Ellen: When did they start building bridges? Was that one of the things the WPA did in the thirties?
Carl: They actually got into the first bridges during the Roosevelt administration, during the Depression. The Military Highway was built almost entirely by WPA workers. (Note that the Wikipedia link indicates Military Highway was built in 1943 due to the military buildup during World War II. Carl may be conflating two different roads here.) It put a lot of men to work. The Post Office building in downtown Norfolk, that was built by the WPA. I worked there for twenty years, before I went to Portsmouth.
Ellen: Did you ever work for the WPA?
Carl (thinks about it): Somewhere along the line... I went to work for the railroad (first). That was my first really permanent job. I did work some for the WPA, office-type work... Anyway, one of the things that's most different today was the fact that you went nowhere across water except by ferry.

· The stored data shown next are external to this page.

def _with_solution_masses(problem: Problem, solution: NLPSolution) -> Problem:
    """The problem with the optimised payload and propellant masses (dry masses follow the
    structural ratios, thrusts a given thrust-to-weight ratio)."""
    problem = with_booster_settings(problem, solution.booster_setting)
    if problem.mass_split is None and not payload_is_free(problem):
        return problem
    vehicle = problem.vehicle.with_propellant(
        solution.propellant, payload_mass=solution.payload_mass,
        booster_propellant=solution.booster_propellant if problem.vehicle.boosters else None)
    return replace(problem, vehicle=vehicle)


def first_guess(problem: Problem, nodes: int):
    """A guess and scales from a forward simulation of the default schedule."""
    traj = simulate(problem, guess_schedule(problem),
                    coast_to_apogee=problem.objective == "max_apogee")
    guess = guess_from_trajectory(problem, traj, nodes)
    return guess, scales_for(problem, guess)


def _cold_solve(problem: Problem, nodes: int) -> NLPSolution:
    """The NLP of ``problem`` on ``nodes`` per phase solved from the default first guess."""
    guess, scales = first_guess(problem, nodes)
    nlp, _ = NLP_CACHE.get(problem, scales, nodes)
    return solve_with_fallback(nlp, problem, guess)


def solve(problem: Problem, *, warm_start: Result | None = None,
          max_refinements: int | None = None) -> Result:
    """Optimise the schedule (and masses, if asked), verify by replay, refine the mesh.

    Parameters
    ----------
    problem : Problem
    warm_start : Result, optional
        A previous result of a problem of the same structure (other limit values or
        masses): its solution is the first guess and its multipliers warm-start IPOPT.
    max_refinements : int, optional
        Overrides ``problem.mesh.max_refinements``.
    """
    t_start = _time.perf_counter()
    nodes = problem.mesh.nodes_per_phase
    budget = problem.mesh.max_refinements if max_refinements is None else max_refinements
    iterations = 0
    if warm_start is not None:
        nodes = warm_start.nodes
        guess = guess_from_solution(problem, warm_start.solution, nodes)
        scales = warm_start.scales
        if scales is None:
            _, scales = first_guess(problem, nodes)
    else:
        guess, scales = first_guess(problem, nodes)
        coarse, iterations = coarse_start(problem, nodes, lambda n: _cold_solve(problem, n))
        guess = coarse or guess
    refinements = 0
    while True:
        nlp, _ = NLP_CACHE.get(problem, scales, nodes)
        solution = solve_with_fallback(nlp, problem, guess,
                                       warm=guess.multipliers is not None)
        iterations += solution.iterations
        solved_problem = _with_solution_masses(problem, solution)
        schedule, trajectory = _replay(solved_problem, solution)
        verification = verify(solved_problem, solution, trajectory)
        if solution.status != "optimal" or verification.passed or refinements >= budget:
            break
        refinements += 1
        nodes = 2 * nodes - 1
        guess = guess_from_solution(problem, solution, nodes)
    infeasibility = None
    if solution.status == "infeasible":
        infeasibility = _explain_infeasibility(problem, solution, scales, nodes)
        iterations += infeasibility.iterations
    propellant = propellant_accounting(solved_problem, solution)
    status, message = _status_and_message(solution, verification, refinements, nodes,
                                          infeasibility)
    residual = residual_text(propellant)
    if residual and status in ("optimal", "not_verified"):
        # a flight that was found: what it leaves unburnt is part of its verdict
        message += "; " + residual
    result = Result(problem=problem, status=status, message=message, solution=solution,
                    verification=verification, trajectory=trajectory, schedule=schedule,
                    solved_problem=solved_problem, iterations=iterations,
                    wall_time=_time.perf_counter() - t_start, nodes=nodes,
                    mesh_refinements=refinements, scales=scales, propellant=propellant,
                    infeasibility=infeasibility)
    return result


def _explain_infeasibility(problem: Problem, solution: NLPSolution, scales: dict,
                           nodes: int) -> Infeasibility:
    """Which targets and limits must give: the elastic form solved on the same mesh.

    It starts from the first-guess flight, which meets the dynamics exactly, so that only
    the slacks are out of place: on the cases measured (a 5000 km target on the two-stage
    example, with and without its limits; the sounding rocket at a fixed throttle) it
    converged in 2-3 times fewer iterations than from where the solver stopped, and once
    where that start did not converge in 300. A restoration phase can stop far from any
    sensible flight. That point is the second start, tried only when the first does not
    converge. Each solve is capped (``ELASTIC_OPTIONS``).
    """
    nlp, _ = NLP_CACHE.get(problem, scales, nodes, elastic=True)
    starts = (lambda: first_guess(problem, nodes)[0],
              # the failed multipliers belong to another NLP: the primal point only
              lambda: replace(guess_from_solution(problem, solution, nodes), multipliers=None))
    tried, iterations = [], 0
    for start in starts:
        elastic = nlp.solve(problem, start())
        iterations += elastic.iterations
        tried.append(elastic)
        if elastic.status == "optimal":
            break
    best = min(tried, key=lambda e: (e.status != "optimal", e.constraint_violation))
    return explain(problem, nlp, best, iterations=iterations)


def _status_and_message(solution: NLPSolution, verification: Verification, refinements: int,
                        nodes: int, infeasibility: Infeasibility | None = None
                        ) -> tuple[str, str]:
    if solution.status == "infeasible":
        head = (f"the solver found no schedule that meets every constraint "
                f"(IPOPT: {solution.return_status}, constraint violation "
                f"{solution.constraint_violation:.3g})")
        if infeasibility is not None and infeasibility.conditions:
            return "infeasible", f"{head}: {infeasibility.text()}"
        names = ", ".join(solution.binding) or "none of the path limits"
        why = "" if infeasibility is None else f"; {infeasibility.text()}"
        return "infeasible", f"{head}; binding where it stopped: {names}{why}"
    if solution.status != "optimal":
        return "failed", (f"the solver did not converge (IPOPT: {solution.return_status}, "
                          f"{solution.iterations} iterations)")
    if not verification.passed:
        return "not_verified", ("optimal on the mesh but not verified by replay after "
                                f"{refinements} mesh refinement(s), {nodes} nodes per phase: "
                                + "; ".join(verification.reasons))
    checked = ["the replay agrees with the optimiser's burnout"]
    if verification.target_miss.conditions:
        checked.append("meets the target")
    if verification.limits:
        checked.append("keeps every limit's peak within "
                       + ("its bound" if all(c.tolerance_fraction == 0.0
                                             for c in verification.limits)
                          else "its tolerance"))
    return "optimal", (f"converged and verified by replay ({nodes} nodes per phase, "
                       f"{refinements} mesh refinement(s)): " + ", ".join(checked[:-1])
                       + (" and " if len(checked) > 1 else "") + checked[-1])


def format_result(result: Result) -> str:
    """A short readable summary of a solve, ending with the caution."""
    from ascentplan.output.result_text import (
        budget_lines,
        fixed,
        limit_lines,
        split_lines,
        target_lines,
        verification_lines,
    )
    from ascentplan.output.timeline_text import stack_lines

    s = result.summary()
    b = s["burnout"]
    o = s["objective"]
    if o.get("independently_replayed", True):
        replayed = f"replay {o['replayed_value']:.6g} {o['unit']}"
    else:
        replayed = "the optimiser's, flown by the replay; checked by the target miss"
    lines = [
        f"ascentplan solve: {s['problem']}",
        f"  status        {s['status']}: {s['message']}",
        f"  objective     {o['name']} = {o['value']:.6g} {o['unit']} ({replayed})",
        f"  burnout       t {b['time_s']:.2f} s, altitude {b['altitude_m'] / 1000:.3f} km, "
        f"speed {b['speed_m_s']:.2f} m/s, flight-path angle "
        f"{fixed(b['flight_path_angle_deg'], 3)} deg, mass {b['mass_kg']:.1f} kg",
    ]
    lines += verification_lines(s["verification"])
    lines += target_lines(s.get("target_miss"))
    lines += limit_lines(s["limits"])
    lines += exchange_lines(s.get("exchange_ratios"))
    lines.append("  stages        name            propellant [kg]   dry [kg]   burn [s]")
    for st in s["stages"]:
        lines.append(f"                {st['name']:<16}{st['propellant_mass_kg']:>15.1f}"
                     f"{st['dry_mass_kg']:>11.1f}{st['burn_time_s']:>11.2f}")
    if s["status"] in ("optimal", "not_verified"):
        # where the solver stopped short of a flight, its propellant figures mean little
        lines += _propellant_lines(s["stages"])
    lines += _infeasibility_lines(s.get("infeasibility"))
    lines += stack_lines(s)
    lines += budget_lines(s.get("losses_m_s"))
    lines += split_lines(s.get("mass_split"))
    sv = s["solver"]
    lines.append(f"  solver        {sv['iterations']} iterations, {sv['wall_time_s']:.2f} s, "
                 f"{sv['nodes']} nodes per phase, {sv['mesh_refinements']} refinement(s)")
    lines.append(CAUTION)
    return "\n".join(lines)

Ellen: Tell me about your first car.
Carl (with sardonic amusement): Oh, my first car was a wonder.... a real dog, I think it was an Essex. I think I paid $35 for it. It had holes in the floor; you could reach down and push yourself along. Holes in the floor where your feet were. That was a real dog.
But the second car I got was fantastic. It was a straight-eight sportscar. Pierce-Arrow, which was the American equivalent of Rolls Royce. That was a real fine car. I got that from-- a young "blade," as we used to call them, and he got married, and his wife insisted he settle down and buy a normal car. So he bought a Buick, or something like that, probably, and sold that car to me for something like $75. Which doesn't sound as cheap as it would be today, because you could buy a new Ford or Chevrolet for $700.
After the war, when I bought my old Chevrolet, I wanted to buy it-- I had a good buy. That was a '48, the last remaining prewar car. It was nothing in the world but a '41, '42-- they discontinued (cars) entirely during the war, made tanks and that sort of thing. When they went back into the business in '47, after the war-- it took them a couple of years to tool up and get going-- they didn't have a new car. They still made the prewar car until about '49, and the first postwar Chevrolets that came out were 1949s. I had a '48, brand new. Well, practically. Guy I worked with bought it, then shortly afterward the '49s came out, and he had to have a new car. So he sold me that thing for a reasonable-- something like $200. Almost brand new. I had that car for a long time, right up till after we were married. (This site suggests Carl's dates are accurate, saying, "In 1949, Chevrolet presented its first all new models since the end of World War II.")
Ellen: What happened to the Pierce-Arrow? Did you sell it when you went to the war?
Carl: I went into the service, and I left that car with somebody I knew, told them to take care of it. They thought I was gone, of course; I mean, when you went in the service-- and he had it a while, and when he got a chance, he sold it up the river. He sold it to somebody who knew the value of it, and he completely restored it, and it was a showcar after the war, at sportscar shows. I mean, it was a showpiece! It had a trunk, and under the second seat was a hole, like that (holds hands a couple of feet apart)-- that was for your golf clubs. It had wire wheels, something like twenty-two inches. Straight-eight. The two spare wheels were in wells on either side-- you've seen pictures, it was the standard sports car of the day. Got about six miles to the gallon (laughs). Beautiful car.